The purpose of the Workshop is to provide a comparative analysis of the role played by external influences in the constitution-making and interpretative endeavors that have characterized various post-conflict and in-conflict contexts, at different times and in different cultures. By way of example, Mexico after the revolution, post-war Germany, Italy, South Korea and Japan, Spain after Franco’s dictatorship, post-apartheid South Africa, Romania and Hungary after the fall of communism, Colombia after the peace agreement, Tunisia in the aftermath of the Arab Spring, and also Israel as a country that is still facing an emergency situation, in addition to other interesting paper proposals. In their papers, participants to the Workshop will investigate several key questions: What could be the reason behind the imitation of foreign constitutions? Who are the key actors facilitating reception of foreign or international legal materials? Are they domestic or international actors? What are the main areas where constitutional borrowing takes place? Is imitation of foreign models decided freely or imposed (and, in this latter case, by whom and through which channels)? What role did foreign models and possibly actors play in the appeasement of the conflict? Do foreign or international legal materials play a role in the interpretation of post-conflict and in-conflict domestic constitutional law? If so, do these sources facilitate the appeasement of the conflict and the achievement of a balance between the various parties to the conflict?
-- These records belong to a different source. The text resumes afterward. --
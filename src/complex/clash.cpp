#include "complex/clash.hpp"

#include <cstddef>
#include <limits>
#include <utility>

#include "molecule/element.hpp"

namespace irrepwise {
namespace {

constexpr int hydrogen = 1;
constexpr double roomy = 1.3;
constexpr double radius_without_source_angstrom = 1.7;  // elements beyond curium

double radius(int element) {
  return covalent_radius_angstrom(element).value_or(radius_without_source_angstrom);
}

// A ligand, a bridge or a metal: atoms that are judged against those of the others only.
struct Group {
  const std::vector<Atom>* atoms = nullptr;
  std::vector<Eigen::Vector3d> positions;
  std::vector<bool> is_donor;
  const std::string* words = nullptr;
};

double limit_between(int a, int b) {
  if (a == hydrogen && b == hydrogen) return clash_hydrogens_angstrom;
  if (a == hydrogen || b == hydrogen) return clash_hydrogen_other_angstrom;
  return radius(a) + radius(b) + clash_beyond_radii_angstrom;
}

void keep_nearer(Contact& nearest, double distance, double limit, const std::string& first,
                 const std::string& second) {
  const double lack = roomy - distance / limit;
  if (lack > 0.0) nearest.crowding += lack * lack;
  if (distance / limit >= nearest.relative) return;
  nearest = {distance / limit, distance, limit, nearest.crowding, first, second};
}

void compare_groups(const Group& a, const Group& b, Contact& nearest) {
  for (std::size_t i = 0; i < a.positions.size(); ++i) {
    for (std::size_t j = 0; j < b.positions.size(); ++j) {
      const double limit = limit_between((*a.atoms)[i].atomic_number, (*b.atoms)[j].atomic_number);
      const double distance = (a.positions[i] - b.positions[j]).norm();
      keep_nearer(nearest, distance, limit, *a.words, *b.words);
    }
  }
}

void compare_with_metal(const Group& group, const Eigen::Vector3d& metal, int element,
                        bool holds_it, Contact& nearest) {
  for (std::size_t i = 0; i < group.positions.size(); ++i) {
    if (holds_it && group.is_donor[i]) continue;
    const double limit = radius((*group.atoms)[i].atomic_number) + radius(element);
    keep_nearer(nearest, (group.positions[i] - metal).norm(), limit, *group.words,
                std::string(element_symbol(element)));
  }
}

}  // namespace

Contact nearest_contact(const Assembly& assembly, const std::vector<int>& metals,
                        const std::vector<Pose>& poses) {
  Contact nearest;
  nearest.relative = std::numeric_limits<double>::infinity();
  std::vector<Group> groups;
  for (std::size_t i = 0; i < assembly.sites.size(); ++i) {
    const Site& site = assembly.sites[i];
    const Eigen::Vector3d& metal = assembly.metals[static_cast<std::size_t>(site.centre)];
    Group group{&site.body.atoms, posed(site.body.atoms, poses[i], metal),
                std::vector<bool>(site.body.atoms.size(), false), &site.words};
    for (const std::vector<int>& tooth : site.seated.binding->teeth) {
      for (const int donor : tooth) group.is_donor[static_cast<std::size_t>(donor)] = true;
    }
    for (std::size_t m = 0; m < metals.size(); ++m) {
      const bool holds_it = static_cast<int>(m) == site.centre;
      compare_with_metal(group, assembly.metals[m], metals[m], holds_it, nearest);
    }
    groups.push_back(std::move(group));
  }
  for (const PlacedBridge& bridge : assembly.bridges) {
    Group group{&bridge.ligand->atoms, bridge.positions,
                std::vector<bool>(bridge.positions.size(), false), &bridge.words};
    group.is_donor[static_cast<std::size_t>(bridge.ligand->bindings.front().teeth[0][0])] = true;
    for (std::size_t m = 0; m < metals.size(); ++m) {
      compare_with_metal(group, assembly.metals[m], metals[m], true, nearest);
    }
    groups.push_back(std::move(group));
  }
  for (std::size_t a = 0; a < groups.size(); ++a) {
    for (std::size_t b = 0; b < a; ++b) compare_groups(groups[b], groups[a], nearest);
  }
  if (metals.size() == 2) {
    keep_nearer(nearest, (assembly.metals[0] - assembly.metals[1]).norm(), clash_metals_angstrom,
                "the first metal", "the second metal");
  }
  return nearest;
}

}  // namespace irrepwise
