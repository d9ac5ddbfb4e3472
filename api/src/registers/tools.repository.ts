import type { ShopScope } from '../platform/database/database.js';
import { ToolEntity } from './tool.entity.js';

/** The measuring tools of one shop. */
export class ToolsRepository {
  constructor(private readonly scope: ShopScope) {}

  async list(): Promise<ToolEntity[]> {
    const { shopId, manager } = this.scope;
    return manager.find(ToolEntity, { where: { shopId }, order: { code: 'ASC' } });
  }

  async find(id: string): Promise<ToolEntity | null> {
    return this.scope.manager.findOneBy(ToolEntity, { id, shopId: this.scope.shopId });
  }

  async insert(tool: Omit<ToolEntity, 'shopId'>): Promise<void> {
    await this.scope.manager.insert(ToolEntity, { ...tool, shopId: this.scope.shopId });
  }
}
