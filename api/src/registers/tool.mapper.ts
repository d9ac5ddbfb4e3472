import type { Tool } from '@second-spanner/shared/contracts/registers';
import type { ToolEntity } from './tool.entity.js';

export function toTool(tool: ToolEntity): Tool {
  const { id, code, name, kind, low, high, resolution, calibrationDue } = tool;
  return {
    ...{ id, code, name, kind, low, high, resolution },
    ...(tool.uncertainty && { uncertainty: tool.uncertainty }),
    ...(tool.uncertaintyShare !== null && { uncertaintyShare: tool.uncertaintyShare }),
    ...(tool.length && { length: tool.length }),
    calibrationDue,
  };
}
These issues will be considered in relation to efforts made to settle violent conflicts, reconstruct a peaceful political dialogue, consolidate a democratic regime or lower progressively the intensity of the conflict. The main purpose of the Workshop, therefore, is to assess the contribution of the circulation of constitutional ideas to peace-building activities.
WORKSHOP #21 구 소련 이후의 입헌주의와 평화 구축 (Post-Soviet Constitutionalism and Peace Building)
Sergey A. Belov (Russia / Russie) firstname.lastname@example.org
William Edmund Partlett ( Australia / Australie) email@example.com
We propose a workshop entitled «Post-Soviet Constitutionalism and Peace Building» for the 2018 IACL World Conference in Seoul, Korea. This workshop is motivated by the 100th anniversary of the establishment of the Soviet legal and constitutional systems in the 1917 Russian Revolution. Our main goal is to evaluate the continuing legacy of Soviet constitutionalism for post-Soviet constitutionalism as well as constitutionalism more globally.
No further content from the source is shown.